Problem to work on: All entries below must be given again word for word.

Segment Start: Supplied material

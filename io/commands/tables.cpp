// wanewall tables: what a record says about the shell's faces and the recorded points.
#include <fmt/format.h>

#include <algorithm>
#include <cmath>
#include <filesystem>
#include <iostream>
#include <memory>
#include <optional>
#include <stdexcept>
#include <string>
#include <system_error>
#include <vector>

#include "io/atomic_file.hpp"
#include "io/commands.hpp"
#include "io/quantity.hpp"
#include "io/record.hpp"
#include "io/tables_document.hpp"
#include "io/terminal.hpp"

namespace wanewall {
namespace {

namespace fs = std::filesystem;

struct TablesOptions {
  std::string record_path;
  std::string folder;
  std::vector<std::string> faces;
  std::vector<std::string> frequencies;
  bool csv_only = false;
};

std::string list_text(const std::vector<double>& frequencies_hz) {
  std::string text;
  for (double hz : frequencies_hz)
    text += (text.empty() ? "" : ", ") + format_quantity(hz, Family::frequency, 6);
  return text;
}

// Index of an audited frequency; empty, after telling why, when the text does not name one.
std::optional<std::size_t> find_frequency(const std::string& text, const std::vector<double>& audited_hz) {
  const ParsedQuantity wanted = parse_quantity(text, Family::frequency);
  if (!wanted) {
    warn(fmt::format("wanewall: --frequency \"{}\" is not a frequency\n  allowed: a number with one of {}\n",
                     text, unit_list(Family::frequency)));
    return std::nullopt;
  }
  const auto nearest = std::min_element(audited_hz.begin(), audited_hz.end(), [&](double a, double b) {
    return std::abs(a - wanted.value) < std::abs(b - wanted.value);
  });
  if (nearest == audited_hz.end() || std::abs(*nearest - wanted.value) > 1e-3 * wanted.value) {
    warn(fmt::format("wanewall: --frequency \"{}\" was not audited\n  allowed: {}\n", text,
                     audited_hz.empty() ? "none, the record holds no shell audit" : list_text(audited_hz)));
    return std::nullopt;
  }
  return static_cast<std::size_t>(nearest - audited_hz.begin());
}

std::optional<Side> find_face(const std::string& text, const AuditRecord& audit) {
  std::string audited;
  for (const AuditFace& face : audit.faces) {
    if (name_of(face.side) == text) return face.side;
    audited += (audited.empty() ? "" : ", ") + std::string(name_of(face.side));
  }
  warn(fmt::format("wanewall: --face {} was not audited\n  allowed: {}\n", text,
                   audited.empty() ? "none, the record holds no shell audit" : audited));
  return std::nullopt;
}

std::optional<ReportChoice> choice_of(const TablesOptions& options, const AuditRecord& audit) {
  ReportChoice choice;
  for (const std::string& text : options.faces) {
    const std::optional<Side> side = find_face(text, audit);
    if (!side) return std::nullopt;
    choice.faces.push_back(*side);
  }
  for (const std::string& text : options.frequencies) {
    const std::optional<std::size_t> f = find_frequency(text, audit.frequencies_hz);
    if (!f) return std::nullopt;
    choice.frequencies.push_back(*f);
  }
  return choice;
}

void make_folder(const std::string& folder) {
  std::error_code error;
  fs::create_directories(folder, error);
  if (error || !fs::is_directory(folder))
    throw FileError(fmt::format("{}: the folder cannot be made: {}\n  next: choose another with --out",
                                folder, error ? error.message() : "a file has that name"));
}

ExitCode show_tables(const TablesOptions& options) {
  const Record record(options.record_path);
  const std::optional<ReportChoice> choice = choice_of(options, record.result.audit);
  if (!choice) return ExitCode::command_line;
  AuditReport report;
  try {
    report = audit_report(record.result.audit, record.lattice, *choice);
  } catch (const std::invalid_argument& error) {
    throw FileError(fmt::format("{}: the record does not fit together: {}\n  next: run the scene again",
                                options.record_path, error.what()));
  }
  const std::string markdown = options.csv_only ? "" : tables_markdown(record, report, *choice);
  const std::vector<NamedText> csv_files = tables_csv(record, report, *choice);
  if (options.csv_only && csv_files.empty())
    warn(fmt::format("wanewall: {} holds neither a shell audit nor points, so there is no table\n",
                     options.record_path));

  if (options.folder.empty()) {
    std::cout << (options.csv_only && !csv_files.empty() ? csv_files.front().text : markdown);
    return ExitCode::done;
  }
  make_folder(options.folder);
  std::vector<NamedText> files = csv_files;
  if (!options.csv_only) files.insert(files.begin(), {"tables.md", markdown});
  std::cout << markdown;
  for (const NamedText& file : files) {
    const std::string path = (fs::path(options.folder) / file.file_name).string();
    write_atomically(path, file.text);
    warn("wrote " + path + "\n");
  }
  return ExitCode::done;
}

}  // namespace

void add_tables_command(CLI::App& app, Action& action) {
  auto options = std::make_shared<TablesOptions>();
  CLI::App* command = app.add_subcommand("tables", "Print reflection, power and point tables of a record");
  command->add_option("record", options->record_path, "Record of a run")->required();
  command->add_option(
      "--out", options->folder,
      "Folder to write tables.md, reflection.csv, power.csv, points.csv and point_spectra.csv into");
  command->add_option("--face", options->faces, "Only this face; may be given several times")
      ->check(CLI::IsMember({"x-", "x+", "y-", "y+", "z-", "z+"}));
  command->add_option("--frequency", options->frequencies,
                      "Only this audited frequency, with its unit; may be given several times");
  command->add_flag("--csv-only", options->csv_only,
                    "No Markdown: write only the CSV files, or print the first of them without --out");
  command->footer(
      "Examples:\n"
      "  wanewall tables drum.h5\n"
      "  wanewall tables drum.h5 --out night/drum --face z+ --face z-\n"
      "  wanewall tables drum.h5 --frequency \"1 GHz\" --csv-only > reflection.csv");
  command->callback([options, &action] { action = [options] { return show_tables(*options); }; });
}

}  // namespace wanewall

Segment End: Supplied material

Reply to the task:
filename io/commands/tables.cpp
// wanewall tables: what a record says about the shell's faces and the recorded points.
#include <fmt/format.h>

#include <algorithm>
#include <cmath>
#include <filesystem>
#include <iostream>
#include <memory>
#include <optional>
#include <stdexcept>
#include <string>
#include <system_error>
#include <vector>

#include "io/atomic_file.hpp"
#include "io/commands.hpp"
#include "io/quantity.hpp"
#include "io/record.hpp"
#include "io/tables_document.hpp"
#include "io/terminal.hpp"

namespace wanewall {
namespace {

namespace fs = std::filesystem;

struct TablesOptions {
  std::string record_path;
  std::string folder;
  std::vector<std::string> faces;
  std::vector<std::string> frequencies;
  bool csv_only = false;
};

std::string list_text(const std::vector<double>& frequencies_hz) {
  std::string text;
  for (double hz : frequencies_hz)
    text += (text.empty() ? "" : ", ") + format_quantity(hz, Family::frequency, 6);
  return text;
}

// Index of an audited frequency; empty, after telling why, when the text does not name one.
std::optional<std::size_t> find_frequency(const std::string& text, const std::vector<double>& audited_hz) {
  const ParsedQuantity wanted = parse_quantity(text, Family::frequency);
  if (!wanted) {
    warn(fmt::format("wanewall: --frequency \"{}\" is not a frequency\n  allowed: a number with one of {}\n",
                     text, unit_list(Family::frequency)));
    return std::nullopt;
  }
  const auto nearest = std::min_element(audited_hz.begin(), audited_hz.end(), [&](double a, double b) {
    return std::abs(a - wanted.value) < std::abs(b - wanted.value);
  });
  if (nearest == audited_hz.end() || std::abs(*nearest - wanted.value) > 1e-3 * wanted.value) {
    warn(fmt::format("wanewall: --frequency \"{}\" was not audited\n  allowed: {}\n", text,
                     audited_hz.empty() ? "none, the record holds no shell audit" : list_text(audited_hz)));
    return std::nullopt;
  }
  return static_cast<std::size_t>(nearest - audited_hz.begin());
}

std::optional<Side> find_face(const std::string& text, const AuditRecord& audit) {
  std::string audited;
  for (const AuditFace& face : audit.faces) {
    if (name_of(face.side) == text) return face.side;
    audited += (audited.empty() ? "" : ", ") + std::string(name_of(face.side));
  }
  warn(fmt::format("wanewall: --face {} was not audited\n  allowed: {}\n", text,
                   audited.empty() ? "none, the record holds no shell audit" : audited));
  return std::nullopt;
}

std::optional<ReportChoice> choice_of(const TablesOptions& options, const AuditRecord& audit) {
  ReportChoice choice;
  for (const std::string& text : options.faces) {
    const std::optional<Side> side = find_face(text, audit);
    if (!side) return std::nullopt;
    choice.faces.push_back(*side);
  }
  for (const std::string& text : options.frequencies) {
    const std::optional<std::size_t> f = find_frequency(text, audit.frequencies_hz);
    if (!f) return std::nullopt;
    choice.frequencies.push_back(*f);
  }
  return choice;
}

void make_folder(const std::string& folder) {
  std::error_code error;
  fs::create_directories(folder, error);
  if (error || !fs::is_directory(folder))
    throw FileError(fmt::format("{}: the folder cannot be made: {}\n  next: choose another with --out",
                                folder, error ? error.message() : "a file has that name"));
}

ExitCode show_tables(const TablesOptions& options) {
  const Record record(options.record_path);
  const std::optional<ReportChoice> choice = choice_of(options, record.result.audit);
  if (!choice) return ExitCode::command_line;
  AuditReport report;
  try {
    report = audit_report(record.result.audit, record.lattice, *choice);
  } catch (const std::invalid_argument& error) {
    throw FileError(fmt::format("{}: the record does not fit together: {}\n  next: run the scene again",
                                options.record_path, error.what()));
  }
  const std::string markdown = options.csv_only ? "" : tables_markdown(record, report, *choice);
  const std::vector<NamedText> csv_files = tables_csv(record, report, *choice);
  if (options.csv_only && csv_files.empty())
    warn(fmt::format("wanewall: {} holds neither a shell audit nor points, so there is no table\n",
                     options.record_path));

  if (options.folder.empty()) {
    std::cout << (options.csv_only && !csv_files.empty() ? csv_files.front().text : markdown);
    return ExitCode::done;
  }
  make_folder(options.folder);
  std::vector<NamedText> files = csv_files;
  if (!options.csv_only) files.insert(files.begin(), {"tables.md", markdown});
  std::cout << markdown;
  for (const NamedText& file : files) {
    const std::string path = (fs::path(options.folder) / file.file_name).string();
    write_atomically(path, file.text);
    warn("wrote " + path + "\n");
  }
  return ExitCode::done;
}

}  // namespace

void add_tables_command(CLI::App& app, Action& action) {
  auto options = std::make_shared<TablesOptions>();
  CLI::App* command = app.add_subcommand("tables", "Print reflection, power and point tables of a record");
  command->add_option("record", options->record_path, "Record of a run")->required();
  command->add_option(
      "--out", options->folder,
      "Folder to write tables.md, reflection.csv, power.csv, points.csv and point_spectra.csv into");
  command->add_option("--face", options->faces, "Only this face; may be given several times")
      ->check(CLI::IsMember({"x-", "x+", "y-", "y+", "z-", "z+"}));
  command->add_option("--frequency", options->frequencies,
                      "Only this audited frequency, with its unit; may be given several times");
  command->add_flag("--csv-only", options->csv_only,
                    "No Markdown: write only the CSV files, or print the first of them without --out");
  command->footer(
      "Examples:\n"
      "  wanewall tables drum.h5\n"
      "  wanewall tables drum.h5 --out night/drum --face z+ --face z-\n"
      "  wanewall tables drum.h5 --frequency \"1 GHz\" --csv-only > reflection.csv");
  command->callback([options, &action] { action = [options] { return show_tables(*options); }; });
}

}  // namespace wanewall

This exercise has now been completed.